HALP: Detecting Hallucinations in Vision-Language Models without Generating a Single Token
AI 摘要
该论文提出了一种在视觉语言模型生成文本前预测幻觉风险的方法。
主要贡献
- 提出预生成幻觉检测方法HALP
- 探究不同模型内部表示对幻觉检测的有效性
- 验证了幻觉风险在生成前可检测,且不同模型有效层不同
方法论
通过探测视觉语言模型在不同阶段的内部表示(视觉特征、视觉token、查询token),训练轻量级探针来预测幻觉风险。
原文摘要
Hallucinations remain a persistent challenge for vision-language models (VLMs), which often describe nonexistent objects or fabricate facts. Existing detection methods typically operate after text generation, making intervention both costly and untimely. We investigate whether hallucination risk can instead be predicted before any token is generated by probing a model's internal representations in a single forward pass.

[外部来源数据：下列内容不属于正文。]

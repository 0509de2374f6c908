"""Forward model: readings from a known curve, checked by hand with the ideal-gas
law and Dalton's law (no vpkit reduction involved)."""

import numpy as np
import pytest

from vpkit.physics.simulate import NOISE, simulate_run

R = 8.314462618  # CODATA 2018


def flat(T):
    return np.full(np.shape(T), 5000.0)  # a made-up constant vapor pressure, 5 kPa


def test_readings_follow_ideal_gas_and_dalton():
    run = simulate_run(flat, [300.0, 320.0], liquid="water", P_bar=100e3, T_room=295.0,
                       V_room=2e-6, offset=0.1e-6, density=1000.0, gas_mass=False, units={
                           "T": "K", "V": "m**3", "P": "Pa", "m": "kg", "rho": "kg/m**3",
                           "L": "m"})
    n = (100e3 - 5000.0) * 2e-6 / (R * 295.0)
    for T, reading in zip(run.bath_temperature, run.reading):
        assert reading + 0.1e-6 == pytest.approx(n * R * T / (100e3 - 5000.0), rel=1e-12)
    before = run.entry("mass_before_air").value
    after = run.entry("mass_after_air").value
    assert before - after == pytest.approx(2e-6 * 1000.0, rel=1e-12)
    assert run.entry("injected_air_volume").value == pytest.approx(n * R * 295.0 / 100e3)


def test_open_end_scale_reads_downwards():
    up = simulate_run(flat, [300.0, 320.0], liquid="water", offset=0.1e-6)
    down = simulate_run(flat, [300.0, 320.0], liquid="water", offset=9e-6, direction=-1)
    assert up.reading[1] > up.reading[0] and down.reading[1] < down.reading[0]
    assert down.entry("graduated_from").value == "open end"


def test_noise_is_seeded_and_stated():
    a = simulate_run(flat, [300.0, 310.0], liquid="water", noise=NOISE,
                     rng=np.random.default_rng(1))
    b = simulate_run(flat, [300.0, 310.0], liquid="water", noise=NOISE,
                     rng=np.random.default_rng(1))
    c = simulate_run(flat, [300.0, 310.0], liquid="water")
    assert a == b and a.reading != c.reading
    assert a.entry("reading_uncertainty") is not None
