"""The run record: raw readings as the user entered them, and the run file.

A run file is plain CSV (comma, semicolon or tab separated) that a person can
fill in with a spreadsheet or a text editor. Lines starting with ``#`` are
comments and are kept. It has two sections::

    [run]
    quantity,value,unit,uncertainty
    liquid,ethanol,,
    barometric_pressure,99.82,kPa,0.1
    room_temperature,21.4,degC,0.3
    ...
    [readings]
    bath_temperature [degC],reading [mL],pressure [kPa],include,reason
    25.0,2.462,,yes,
    ...

Every number carries a unit; the readings' units sit in brackets in the header.
:class:`Run` keeps the numbers and units exactly as entered (nothing is
converted or rounded), and :meth:`Run.to_si` gives the SI view the core works
on. :func:`write_run` writes a run so that ``read_run`` gives back an equal
``Run``.
"""

from __future__ import annotations

import csv
import dataclasses
import io
import math
import re
from collections.abc import Mapping
from dataclasses import dataclass, field
from pathlib import Path
from typing import Any

import numpy as np

from .errors import BadValueError, ImpossibleDataError, RunFileError, UnitError
from .units import check_unit, to_si

FORMAT_LINE = "# vpkit run file, format 1"
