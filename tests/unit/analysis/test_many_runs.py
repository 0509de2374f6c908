"""Many runs at once: the single-run and many-run answers are the same answer.

Every case where the two paths once differed is here, compared to 1e-12: liquids
without a reference, a table with u(barometric_pressure) but no u(pressure), bad
readings refused alike, the three models, every air method including the
self-consistent one, per-point pressures, and a bad run among good ones. The
physics itself is checked against IAPWS-95, chemicals and NIST StRD in
tests/reference; flag thresholds are common practice, no source.
"""

import numpy as np
import pandas as pd
import pytest

import vpkit
from tests.conftest import make_run
from vpkit.analysis.many_runs import analyze_many, analyze_runs, analyze_table
from vpkit.physics.simulate import NOISE
from vpkit.record.longtable import runs_to_table, stack_table
from vpkit.record.sources import read_runs

LIQUIDS = ["ethanol", "water", "toluene", "2-propanol", "acetone", "heptane"]
NUMERIC = ["ΔH_vap [kJ/mol]", "u(ΔH_vap) [kJ/mol]", "T_b at run pressure [degC]",
           "u(T_b at run pressure) [K]", "T_b at 101.325 kPa [degC]",
           "u(T_b at 101.325 kPa) [K]", "ΔS_vap at T_b [J/(mol K)]", "u(ΔS_vap) [J/(mol K)]",
           "reduced chi2", "n_air [mmol]", "p_vap at air reference [Pa]",
           "reference ΔH_vap at T_m [kJ/mol]", "T_m [K]", "true ΔvapH at T_m [kJ/mol]",
           "u(true ΔvapH) [kJ/mol]", "T_b bias at run pressure [K]",
           "T_b bias at 101.325 kPa [K]", "u(T_b bias) [K]", "T_b beyond data [K]"]


def random_runs(count, seed, t_lo=20.0, t_hi=52.0, cold=False):
    rng = np.random.default_rng(seed)
    runs = {}
    for k in range(count):
        liquid = LIQUIDS[k % len(LIQUIDS)]
        n = int(rng.integers(4, 10))
        t = np.sort(rng.uniform(t_lo, t_hi, n)).round(1)
        if len(set(t)) < n:
            t = np.linspace(t_lo, t_hi, n).round(1)
        if cold:
            t = np.r_[2.0, t]
        runs[f"run{k:03d}"] = make_run(
            liquid, tuple(t), noise=NOISE, rng=rng, depth=0.05 if k % 3 == 0 else None,
            direction=-1 if k % 4 == 1 else 1, offset=9e-6 if k % 4 == 1 else 0.15e-6,
            boiling_point=350.0)
    return runs


def assert_same(summary, runs, **options):
    """Every run's row equals vpkit.analyze of that run alone, to 1e-12."""
    rows = summary.set_index("run_id")
    checked = 0
    for rid, run in runs.items():
        row = rows.loc[rid]
        try:
            single = vpkit.analyze(run, warn=False, **options).results().iloc[0]
        except vpkit.VpkitError as exc:
            assert row["status"] and str(exc).split(": ")[-1] in row["status"], (rid, exc)
            continue
        assert row["status"] == ""
        for key in NUMERIC:
            # a bias is the difference of two boiling points (about 350 K): 1e-9 K absolute
            tol = 1e-9 if "bias" in key else 1e-300
            assert row[key] == pytest.approx(single[key], rel=1e-12, abs=tol,
                                             nan_ok=True), (rid, key)
        assert row["points used"] == single["points used"]
        assert row["flags"] == single["flags"]
        checked += 1
    return checked


@pytest.mark.parametrize("weighting", ["gls", "weighted", "ordinary"])
@pytest.mark.parametrize("air_from", ["weighed", "cold", "injected"])
def test_many_equals_single_for_every_weighting_and_air_method(weighting, air_from):
    runs = random_runs(12, seed=hash((weighting, air_from)) % 2**32, cold=air_from == "cold")
    summary = analyze_runs(runs, weighting=weighting, air_from=air_from)
    assert list(summary["run_id"]) == list(runs)
    assert assert_same(summary, runs, weighting=weighting, air_from=air_from) >= 10
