# (id, text, error type, row, column) -- raised by run_in_si(parse_run(...))
FILE_CASES = [
    ("empty file", "", RunFileError, None, None),
    ("only blank lines", "\n\n  \n", RunFileError, None, None),
    ("binary file", "\x00\x01\x02", RunFileError, None, None),
    ("no run section", BASE.split("[readings]")[1], RunFileError, 2, None),
    ("no readings section", BASE.split("[readings]")[0], RunFileError, None, None),
    ("only a header", BASE.split("25.0,1.993")[0], RunFileError, 13, None),
    ("missing required metadata", sub("barometric_pressure,100.2,kPa,0.1\n", ""), RunFileError,
     None, "barometric_pressure"),
    ("missing liquid", sub("liquid,ethanol,,\n", ""), RunFileError, None, "liquid"),
    ("missing reading column", sub("reading [mL]", "volume [mL]"), RunFileError, 13,
     "volume [mL]"),
    ("duplicate column", sub("include,reason", "include,include"), RunFileError, 13, "include"),
    ("unknown quantity (typo)", sub("room_temperature", "room_temprature"), RunFileError, 5,
     "quantity"),
    ("quantity given twice", sub("liquid,ethanol,,\n", "liquid,ethanol,,\nliquid,water,,\n"),
     RunFileError, 4, "quantity"),
    ("unknown unit", sub("100.2,kPa", "100.2,kilopond"), UnitError, 4, "unit"),
    ("missing unit in metadata", sub("100.2,kPa", "100.2,"), UnitError, 4, "unit"),
    ("missing unit in header", sub("[degC],reading", ",reading"), UnitError, 13,
     "bath_temperature"),
    ("pressure in mL", sub("100.2,kPa", "100.2,mL"), UnitError, 4, "unit"),
    ("temperature column in kPa", sub("bath_temperature [degC]", "bath_temperature [kPa]"),
     UnitError, 13, "bath_temperature"),
    ("non-numeric cell", sub("35.0,2.216", "35.0,2.2l6"), BadValueError, 16, "reading"),
    ("decimal comma", sub("35.0,2.216", "35.0,\"2,216\""), BadValueError, 16, "reading"),
    ("NaN value", sub("35.0,2.216", "35.0,nan"), BadValueError, 16, "reading"),
    ("inf value", sub("room_temperature,21.0", "room_temperature,inf"), BadValueError, 5,
     "value"),
    ("metadata value missing", sub("room_reading,1.85,mL", "room_reading,,mL"), BadValueError,
     6, "value"),
    ("reading missing", sub("35.0,2.216", "35.0,"), BadValueError, 16, "reading"),
    ("bad include flag", sub("30.0,2.089,yes", "30.0,2.089,perhaps"), BadValueError, 15,
     "include"),
    ("negative uncertainty", sub("100.2,kPa,0.1", "100.2,kPa,-0.1"), BadValueError, 4,
     "uncertainty"),
    ("too many cells (decimal comma)", sub("35.0,2.216,yes,", "35,0,2,216,yes,"),
     RunFileError, 16, None),
    ("negative reading", sub("35.0,2.216", "35.0,-2.216"), ImpossibleDataError, 16, "reading"),
    ("zero barometric pressure", sub("100.2,kPa", "0,kPa"), ImpossibleDataError, 4,
     "barometric_pressure"),
    ("negative mass", sub("30.0000,g", "-30.0000,g"), ImpossibleDataError, 7,
     "mass_before_air"),
    ("zero injected volume", sub("1.95,mL", "0,mL"), ImpossibleDataError, 10,
     "injected_air_volume"),
    ("below absolute zero", sub("25.0,1.993", "-300.0,1.993"), ImpossibleDataError, 14,
     "bath_temperature"),
    ("celsius labelled kelvin", sub("bath_temperature [degC]", "bath_temperature [K]"),
     ImpossibleDataError, 19, "bath_temperature"),
    ("kelvin labelled celsius", BASE.replace("25.0,", "298.2,").replace("30.0,", "303.2,")
     .replace("35.0,", "308.2,").replace("40.0,", "313.2,").replace("45.0,", "318.2,")
     .replace("50.0,", "323.2,"), ImpossibleDataError, 14, "bath_temperature"),
    ("masses swapped", sub("mass_before_air,30.0000", "mass_before_air,28.0000"),
     ImpossibleDataError, 8, "mass_after_air"),
    ("one mass only", sub("mass_after_air,28.4230,g,0.001\n", ""), ImpossibleDataError, None,
     "mass_after_air"),
    ("bad graduated_from", sub("boiling_point", "graduated_from,sideways,,\nboiling_point"),
     BadValueError, 11, "graduated_from"),
    ("no weighing and no offset",
     sub("mass_before_air,30.0000,g,0.001\nmass_after_air,28.4230,g,0.001\n", ""),
     RunFileError, None, "scale_offset"),
    # the optional quantities (line 12, inserted after the boiling point)
    ("humidity above 100 %", add_entry("injected_air_humidity,150,%,"), ImpossibleDataError,
     12, "injected_air_humidity"),
    ("negative humidity", add_entry("injected_air_humidity,-5,%,"), ImpossibleDataError, 12,
     "injected_air_humidity"),
    ("humidity in mL", add_entry("injected_air_humidity,50,mL,"), UnitError, 12, "unit"),
    ("tube bore of 5 m", add_entry("tube_bore,5,m,"), ImpossibleDataError, 12, "tube_bore"),
    ("tube bore without room reading",
     sub("room_reading,1.85,mL,\n", "").replace("boiling_point,78.3,degC,\n",
                                                   "boiling_point,78.3,degC,\n"
                                                   "scale_offset,0.15,mL,\ntube_bore,5,mm,\n"),
     RunFileError, 12, "tube_bore"),
    ("negative reading resolution", add_entry("reading_resolution,-0.05,mL,"),
     ImpossibleDataError, 12, "reading_resolution"),
    ("reading resolution as text", add_entry("reading_resolution,fine,mL,"), BadValueError, 12,
     "value"),
    ("tube capacity zero", add_entry("tube_capacity,0,mL,"), ImpossibleDataError, 12,
     "tube_capacity"),
    ("room depth of 20 m", add_entry("room_depth,20,m,"), ImpossibleDataError, 12,
     "room_depth"),
    ("room depth in degC", add_entry("room_depth,5,degC,"), UnitError, 12, "unit"),
    ("negative thermometer uncertainty", add_entry("temperature_uncertainty,-0.2,degC,"),
     BadValueError, 12, "temperature_uncertainty"),
    ("negative reading uncertainty", add_entry("reading_uncertainty,-0.005,mL,"),
     BadValueError, 12, "reading_uncertainty"),
    ("readings in litres", sub("reading [mL]", "reading [L]"), ImpossibleDataError, 14,
     "reading"),
    ("bad graduated_from (middle)", add_entry("graduated_from,middle,,"), BadValueError, 12,
     "graduated_from"),
    ("bath far above any bath", sub("50.0,2.965", "750.0,2.965"), ImpossibleDataError, 19,
     "bath_temperature"),
    ("room temperature of 600 K", sub("room_temperature,21.0,degC", "room_temperature,600,K"),
     ImpossibleDataError, 5, "room_temperature"),
    ("barometer of 30 MPa", sub("100.2,kPa", "30,MPa"), ImpossibleDataError, 4,
     "barometric_pressure"),
]


@pytest.mark.parametrize("case", FILE_CASES, ids=[c[0] for c in FILE_CASES])
def test_bad_file(case):
    _, text, error, row, column = case
    with pytest.raises(VpkitError) as info:
        run_in_si(load(text))
    err = info.value
    assert type(err) is error, f"{type(err).__name__}: {err}"
    assert isinstance(err, ValueError)
    assert err.file == "bench4.csv" and "bench4.csv" in str(err)
    assert err.row == row
    if column is not None:
        assert err.column == column
    assert err.hint or err.message  # says what was found and how to fix it


# (id, text, analyze options, error type, message fragment)
ANALYSIS_CASES = [
    ("fewer than two included points",
     BASE.replace(",yes,", ",no,off,").replace("25.0,1.993,no,off", "25.0,1.993,yes,")
     .replace("30.0,2.089,no,off", "30.0,2.089,yes,"), {"exclude": [0]}, FitError,
     "at least 2"),
    ("fewer than three for Antoine", BASE, {"model": "antoine", "exclude": [0, 1, 2, 3]},
     FitError, "at least 3"),
    ("every point excluded", BASE.replace(",yes,", ",no,bad batch,"), {}, FitError,
     "every point is excluded"),
    ("unknown model", BASE, {"model": "magic"}, FitError, "unknown fit model"),
    ("unknown air method", BASE, {"air_from": "guess"}, BadValueError, "air_from"),
    ("exclude out of range", BASE, {"exclude": [12]}, BadValueError, "points 0 to 5"),
    ("injected without volume", sub("injected_air_volume,1.95,mL,\n", ""),
     {"air_from": "injected"}, InputError, "injected_air_volume"),
    ("density from reference, unknown liquid", sub("liquid,ethanol", "liquid,unobtainium"),
     {"reference": None}, InputError, "liquid_density"),
    ("PPDS asked for a liquid without one", BASE, {"reference": "ppds"}, BadValueError,
     "no bundled ppds equation for 'ethanol'"),
    ("IAPWS-95 asked for ethanol", BASE, {"reference": "iapws95"}, BadValueError,
     "IAPWS-95 describes water"),
    ("water layer under water", sub("liquid,ethanol", "liquid,water"), {"water_layer": True},
     BadValueError, "liquid is water itself"),
    ("unknown threshold", BASE, {"thresholds": {"max_amplificaton": 10}}, BadValueError,
     "unknown threshold"),
    ("unknown weighting", BASE, {"weighting": "heavy"}, BadValueError, "weighting must be"),
    ("unknown p_vap choice", BASE, {"vapor_at_air_reference": "guess"}, BadValueError,
     "vapor_at_air_reference must be"),
    ("cold reference out of range", BASE, {"air_from": "cold", "cold_index": 9},
     BadValueError, "cold_index 9 is not a point"),
    ("non-finite what-if depth", BASE, {"bubble_depth": float("nan")}, BadValueError,
     "finite length"),
]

Across a diverse set of vision-language tasks and eight modern VLMs, including Llama-3.2-Vision, Gemma-3, Phi-4-VL, and Qwen2.5-VL, we examine three families of internal representations: (i) visual-only features without multimodal fusion, (ii) vision-token representations within the text decoder, and (iii) query-token representations that integrate visual and textual information before generation. Probes trained on these representations achieve strong hallucination-detection performance without decoding, reaching up to 0.93 AUROC on Gemma-3-12B, Phi-4-VL 5.6B, and Molmo 7B. Late query-token states are the most predictive for most models, while visual or mid-layer features dominate in a few architectures (e.g., ~0.79 AUROC for Qwen2.5-VL-7B using visual-only features). These results demonstrate that (1) hallucination risk is detectable pre-generation, (2) the most informative layer and modality vary across architectures, and (3) lightweight probes have the potential to enable early abstention, selective routing, and adaptive decoding to improve both safety and efficiency.